Getting a list of locations within a triangle in the form of x,y positions

Question

Let's say I have a triangle given by the three integer vertices (x1,y1), (x2,y2) and (x3,y3). What sort of algorithm can I use to return a comprehensive list of ALL (x,y) integer pairs that lie inside the triangle.

Answer 1

The following algorithm should be appropriate:

1. Sort the triangle vertices by x coordinate in increasing order. Now we have two segments (1-2 and 2-3) on the one side (top or bottom), and one segment from the other one (1-3).

2. Compute coefficients of equations of lines (which contain the segments):

   A * x + B * y + C = 0
   A = y2 - y1
   B = x1 - x2
   C = x2 * y1 - x1 * y2
   

   There (x1, y1) and (x2, y2) are two points of the line.

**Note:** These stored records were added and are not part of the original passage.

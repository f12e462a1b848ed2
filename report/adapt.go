package report

import (
	"fmt"
	"math"
	"sort"
	"strconv"
	"strings"

	"gaitrig/record"
)

// terrainSeg is one straight piece of ground as the report needs it: its
// horizontal extent, slope and static friction.
type terrainSeg struct {
	x0, x1 float64
	slope  float64 // rad
	muS    float64
}

// terrainOf lays the manifest's terrain out along x for lookups by
// position. It returns nil when the manifest records no plant, or a
// terrain the report cannot place (a segment without a positive length).
func terrainOf(p *record.Plant) []terrainSeg {
	if p == nil || len(p.Terrain.Segments) == 0 {
		return nil
	}
	x := p.Terrain.StartM[0]
	out := make([]terrainSeg, 0, len(p.Terrain.Segments))
	for _, s := range p.Terrain.Segments {
		if !(s.LengthM > 0) {
			return nil
		}
		// The segment length is along the ground; its horizontal extent is
		// length·cos(slope).
		dx := s.LengthM * math.Cos(s.SlopeRad)
		out = append(out, terrainSeg{x0: x, x1: x + dx, slope: s.SlopeRad, muS: s.MuStatic})
		x += dx
	}
	return out
}

// footRadiiOf returns each leg's foot radius from the manifest; zero where
// it is not recorded or not a usable radius.
func footRadiiOf(p *record.Plant) (r [2]float64) {
	if p == nil {
		return r
	}
	for i, l := range p.Legs {
		if v := l.FootRadiusM; v > 0 && !math.IsInf(v, 0) {
			r[i] = v
		}
	}
	return r
}

// segmentAt returns the segment under horizontal position x: the last one
// whose start is at or before x, clamped to the ends (beyond the last
// segment the ground is taken to continue it).
func segmentAt(segs []terrainSeg, x float64) (terrainSeg, bool) {
	if len(segs) == 0 || math.IsNaN(x) {
		return terrainSeg{}, false
	}
	i := sort.Search(len(segs), func(i int) bool { return segs[i].x0 > x }) - 1
	i = max(0, min(i, len(segs)-1))
	return segs[i], true
}

// tickSource is what the report needs of a telemetry stream; a
// *record.TickReader is one.
type tickSource interface {
	Next() bool
	Tick() *record.Tick
}

// sliceTicks streams ticks held in memory.
type sliceTicks struct {
	ticks []record.Tick
	i     int
}

func (s *sliceTicks) Next() bool {
	if s.i >= len(s.ticks) {
		return false
	}
	s.i++
	return true
}

func (s *sliceTicks) Tick() *record.Tick { return &s.ticks[s.i-1] }

// collectTicks pulls the plotted columns out of a telemetry stream, one row
// at a time, so the report never holds whole telemetry rows in memory.
//
// μ_s of each foot comes from the terrain under its contact point; where
// the manifest has no terrain it is recovered from the recorded
// utilization, |T| / (utilization · N), which is exact wherever the foot is
// loaded and pushing sideways. A foot carrying no load has no friction cone
// and gets NaN, which breaks the envelope line over the swing.
//
// sizeHint, when positive, is the expected number of rows (the summary's
// tick count); it saves the slices regrowing through a long run.
func collectTicks(v *view, nj int, src tickSource, segs []terrainSeg, sizeHint int) {
	n := max(sizeHint, 0)
	v.t = make([]float64, 0, n)
	v.latency = make([]float64, 0, n)
	mk := func() []float64 { return make([]float64, 0, n) }
	v.hipY, v.hipVX = mk(), mk()
	v.kinetic, v.potential = mk(), mk()
	v.pushX, v.pushY = mk(), mk()
	if v.torso != nil {
		v.torso = mk()
	}
	v.joints = v.joints[:0]
	for j := 0; j < nj; j++ {
		v.joints = append(v.joints, jointSeries{
			angle: make([]float64, 0, n), rate: make([]float64, 0, n),
			commanded: make([]float64, 0, n), applied: make([]float64, 0, n),
		})
	}
	for k := range v.feet {
		v.feet[k] = footSeries{
			normal: make([]float64, 0, n), tangential: make([]float64, 0, n),
			mu: make([]float64, 0, n), util: make([]float64, 0, n),
			cop: make([]float64, 0, n), contactX: make([]float64, 0, n), mode: make([]int, 0, n),
		}
	}
	for src != nil && src.Next() {
		t := src.Tick()
		v.t = append(v.t, t.T)
		v.belt.speed = append(v.belt.speed, t.BeltSpeed)
		v.latency = append(v.latency, t.LatencyUS)
		v.hipY = append(v.hipY, t.Q[1])
		v.hipVX = append(v.hipVX, t.V[0])
		if v.torso != nil {
			v.torso = append(v.torso, t.Q[4])
		}
		if v.knees != nil {
			v.knees.add(t, v.modeFree)
		}
		v.kinetic = append(v.kinetic, t.Kinetic)
		v.potential = append(v.potential, t.Potential)
		v.pushX = append(v.pushX, t.Push[0])
		v.pushY = append(v.pushY, t.Push[1])
		for j := range v.joints {
			v.joints[j].angle = append(v.joints[j].angle, t.Angle[j])
			v.joints[j].rate = append(v.joints[j].rate, t.Rate[j])
			v.joints[j].commanded = append(v.joints[j].commanded, t.Commanded[j])
			v.joints[j].applied = append(v.joints[j].applied, t.Applied[j])
		}
		for k := range v.feet {
			f := &t.Feet[k]
			fs := &v.feet[k]
			mu := math.NaN()
			switch {
			case f.NormalN == 0 && f.TangentialN == 0:
			case len(segs) > 0:
				if sg, ok := segmentAt(segs, f.ContactX); ok {
					mu = sg.muS
				}
			case f.Utilization > 0 && f.NormalN > 0 && f.TangentialN != 0:
				mu = math.Abs(f.TangentialN) / (f.Utilization * f.NormalN)
			}
			fs.normal = append(fs.normal, f.NormalN)
			fs.tangential = append(fs.tangential, f.TangentialN)
			util := f.Utilization
			if f.Mode == v.modeFree {
				// A foot in the air has no friction to use; its row says
				// 0, which would draw a line along the axis all swing.
				util = math.NaN()
			}
			fs.util = append(fs.util, util)
			fs.mu = append(fs.mu, mu)
			cop := f.CoP
			if f.Mode == v.modeFree {
				cop = math.NaN() // a foot in the air has no centre of pressure
			}
			fs.cop = append(fs.cop, cop)
			fs.contactX = append(fs.contactX, f.ContactX)
			fs.mode = append(fs.mode, f.Mode)
		}
	}
}

// viewOf turns the parts of a run folder into what the page shows.
func viewOf(m *record.Manifest, ticks tickSource, steps []record.Step, events []record.Event, s *record.Summary) *view {
	v := &view{
		Scenario: m.Scenario,
		Hash:     m.ScenarioHash,
		Greeting: greetingText(m.Greeting),
		Caution:  record.Caution,
	}
	if v.Scenario == "" {
		v.Scenario = "(unnamed scenario)"
	}
	if v.Hash == "" {
		v.Hash = "(not recorded)"
	}
	v.Meta = []kv{
		{"scenario file", m.ScenarioFile},
		{"link", m.Link},
		{"clock", m.Clock},
		{"tick rate", fmtFloat(m.TickHz) + " Hz"},
		{"seed", strconv.FormatInt(m.Seed, 10)},
		{"tool version", m.ToolVersion},
		{"host", m.Host},
	}
	if !m.StartTime.IsZero() {
		v.Meta = append(v.Meta, kv{"started", m.StartTime.UTC().Format("2006-01-02 15:04:05 MST")})
	}
	for i := range v.Meta {
		if strings.TrimSpace(v.Meta[i].Value) == "" {
			v.Meta[i].Value = "(not recorded)"
		}
	}

	if s == nil {
		v.Outcome = "unfinished"
		v.Headline = append(v.Headline, kv{"summary", "missing: the run did not finish (killed, or still running); the plots show what was recorded up to the last flush"})
	} else {
		v.Outcome = string(s.Outcome)
		if s.Reason != "" {
			v.Headline = append(v.Headline, kv{"reason", s.Reason})
		}
		v.Headline = append(v.Headline,
			kv{"heel strikes", strconv.Itoa(s.Steps)},
			kv{"ticks", strconv.FormatInt(s.Ticks, 10)},
			kv{"simulated time", fmtFloat(s.SimTimeS) + " s"},
			kv{"wall time", fmtFloat(s.WallTimeS) + " s"},
			kv{"mean speed", fmtFloat(s.MeanSpeedMPS) + " m/s"},
			kv{"peak friction utilization", fmtFloat(s.PeakFrictionUtilization)},
			kv{"least normal force", fmtFloat(s.MinNormalForceN) + " N"},
		)
		if s.LatencyUS != nil {
			v.Headline = append(v.Headline, kv{"round-trip latency p50 / p99 / max",
				fmt.Sprintf("%s / %s / %s µs", fmtFloat(s.LatencyUS.P50), fmtFloat(s.LatencyUS.P99), fmtFloat(s.LatencyUS.Max))})
		} else {
			v.Headline = append(v.Headline, kv{"round-trip latency", "not measured (lockstep clock)"})
		}
		if s.JitterUS != nil {
			v.Headline = append(v.Headline, kv{"tick jitter p50 / p99 / max",
				fmt.Sprintf("%s / %s / %s µs", fmtFloat(s.JitterUS.P50), fmtFloat(s.JitterUS.P99), fmtFloat(s.JitterUS.Max))})
		}
		v.Headline = append(v.Headline, kv{"deadline misses", strconv.Itoa(s.DeadlineMisses)})
		for _, c := range s.Criteria {
			v.Criteria = append(v.Criteria, criterionRow{Name: c.Name, Pass: c.Pass, Value: fmtFloat(c.Value), Limit: fmtFloat(c.Limit)})
		}
		kinds := make([]string, 0, len(s.Alarms))
		for k := range s.Alarms {
			kinds = append(kinds, k)
		}
		sort.Strings(kinds)
		for _, k := range kinds {
			v.AlarmCounts = append(v.AlarmCounts, kv{k, strconv.Itoa(s.Alarms[k])})
		}
	}

	// Telemetry columns.
	nj := min(len(m.JointNames), record.MaxJoints)
	segs := terrainOf(m.Plant)
	hint := 0
	if s != nil && s.Ticks > 0 && s.Ticks < 1<<26 {
		hint = int(s.Ticks)
	}
	v.modeFree = modeCode(m.FootModes, "free")
	v.modeSliding = modeCode(m.FootModes, "sliding")
	if m.NumQ >= 5 && (m.Plant == nil || m.Plant.Torso != nil) {
		// q4 is the torso's absolute angle (the plant's link order: left,
		// right, torso); an empty, non-nil slice asks collectTicks for it.
		v.torso = []float64{}
	}
	v.knees = kneesOf(m)
	v.latencyLimit = math.NaN()
	if s != nil {
		for _, c := range s.Criteria {
			if c.Name == latencyCriterion {
				v.latencyLimit = c.Limit
			}
		}
	}
	collectTicks(v, nj, ticks, segs, hint)
	for j := range v.joints {
		v.joints[j].name = m.JointNames[j]
	}
	if len(segs) > 0 {
		v.Notes = append(v.Notes, "μs of the friction-cone lines is the static friction of the terrain segment under each foot's contact point, from the manifest's terrain.")
	} else {
		v.Notes = append(v.Notes, "The manifest has no terrain: μs of the friction-cone lines is recovered from the recorded utilization as |T| / (utilization · N), and is not drawn where the foot carries no sideways force.")
	}

	// Alarms and events.
	v.ScenarioText = m.ScenarioText
	v.belt.on = hasBelt(m.Plant)
	for _, e := range events {
		v.belt.event(&e)
		v.alarms = append(v.alarms, alarmMark{t: e.T, kind: e.Kind, severity: string(e.Severity)})
		if e.Severity == record.Info {
			continue
		}
		if len(v.AlarmRows) >= maxAlarmRows {
			v.AlarmRowsCut++
			continue
		}
		v.AlarmRows = append(v.AlarmRows, alarmRow{T: fmtFloat(e.T), Kind: e.Kind, Severity: string(e.Severity), Foot: e.Foot, Message: e.Message})
	}
	v.demands = demandsOf(events)

	// What happened when, for the marks on every time axis.
	var cx [2][]float64
	var modes [2][]int
	for f := range v.feet {
		cx[f], modes[f] = v.feet[f].contactX, v.feet[f].mode
		v.slips[f] = slipWindows(v.t, v.feet[f].mode, v.modeSliding)
	}
	v.segMarks = segmentEntries(segs, v.t, cx, modes, v.modeFree)
	v.pushes = pushWindows(v.t, v.pushX, v.pushY)
	tlo, thi := span(v.t)
	var note string
	v.faults, note = faultWindows(v.Scenario, m.ScenarioText, thi)
	if note != "" {
		v.Notes = append(v.Notes, note)
	}
	v.alarmLines = alarmLines(v.alarms, (thi-tlo)/400)
	v.markGap = (thi - tlo) / 1500

	// Steps: table and poses.
	v.StepCols = []string{"step", "stance", "start (s)", "duration (s)", "length (m)", "speed (m/s)",
		"peak friction utilization", "least normal force (N)", "heel-strike loss (J)",
		"positive work (J)", "negative work (J)", "cost of transport", "CoP travel (m)"}
	v.stepsTotal = len(steps)
	radii := footRadiiOf(m.Plant)
	belt := beltEndsOf(m.Plant) // nil on fixed ground
	for _, st := range steps {
		v.StepRows = append(v.StepRows, []string{
			strconv.Itoa(st.Index), footName(st.Stance), fmtFloat(st.StartS), fmtFloat(st.DurationS),
			fmtFloat(st.LengthM), fmtFloat(st.SpeedMPS), fmtFloat(st.PeakUtilization), fmtFloat(st.MinNormalN),
			fmtFloat(st.ImpactLossJ), fmtFloat(st.PosWorkJ), fmtFloat(st.NegWorkJ), fmtFloat(st.CostOfTransport),
			fmtFloat(st.CoPTravelM),
		})
		ps := stickPose{
			label:    fmt.Sprintf("#%d  %.2f s", st.Index, st.EndS),
			hip:      st.Pose.Hip,
			feet:     st.Pose.Feet,
			torsoTop: st.Pose.TorsoTop,
			hasTorso: st.Pose.HasTorso,
			radius:   radii,
			belt:     belt,
		}
		if v.knees != nil {
			v.knees.place(&ps, v.t, st.EndS)
		}
		if !poseFinite(ps) {
			// A pose with a NaN in it (a run that went non-finite) cannot be
			// drawn; the step stays in the table.
			continue
		}
		low := ps.feet[0]
		if ps.feet[1][1] < low[1] {
			low = ps.feet[1]
		}
		if sg, ok := segmentAt(segs, low[0]); ok {
			ps.slope = sg.slope
		}
		v.poses = append(v.poses, ps)
	}
	return v
}

// poseFinite reports whether every coordinate of ps is a finite number.
func poseFinite(ps stickPose) bool {
	vals := []float64{ps.hip[0], ps.hip[1], ps.feet[0][0], ps.feet[0][1], ps.feet[1][0], ps.feet[1][1]}
	if ps.hasTorso {
		vals = append(vals, ps.torsoTop[0], ps.torsoTop[1])
	}
	for _, x := range vals {
		if math.IsNaN(x) || math.IsInf(x, 0) {
			return false
		}
	}
	return true
}

func footName(i int) string {
	if i == 0 || i == 1 {
		return footNames[i]
	}
	return strconv.Itoa(i)
}

// greetingText prints the firmware greeting on one line.
func greetingText(g record.Greeting) string {
	if g == (record.Greeting{}) {
		return "(no greeting received)"
	}
	return fmt.Sprintf("%s build %s, protocol %d, %d actuator(s)", g.Name, g.Build, g.Protocol, g.Actuators)
}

3. For each of ranges [x1, x2), (x2, x3], and x2 (special case) iterate over integer points in ranges and do the following for every x:

   1. Find top bound as y_top = (- A1 * x - C1) div B1.
   2. Find bottom bound as y_bottom = (- A2 * y - C2 - 1) div B2 + 1.
   3. Add all points between (x, y_bottom) and (x, y_top) to the result.

This algorithm is for not strictly internal vertices. For strictly internal vertices items 3.1 and 3.2 slightly differ.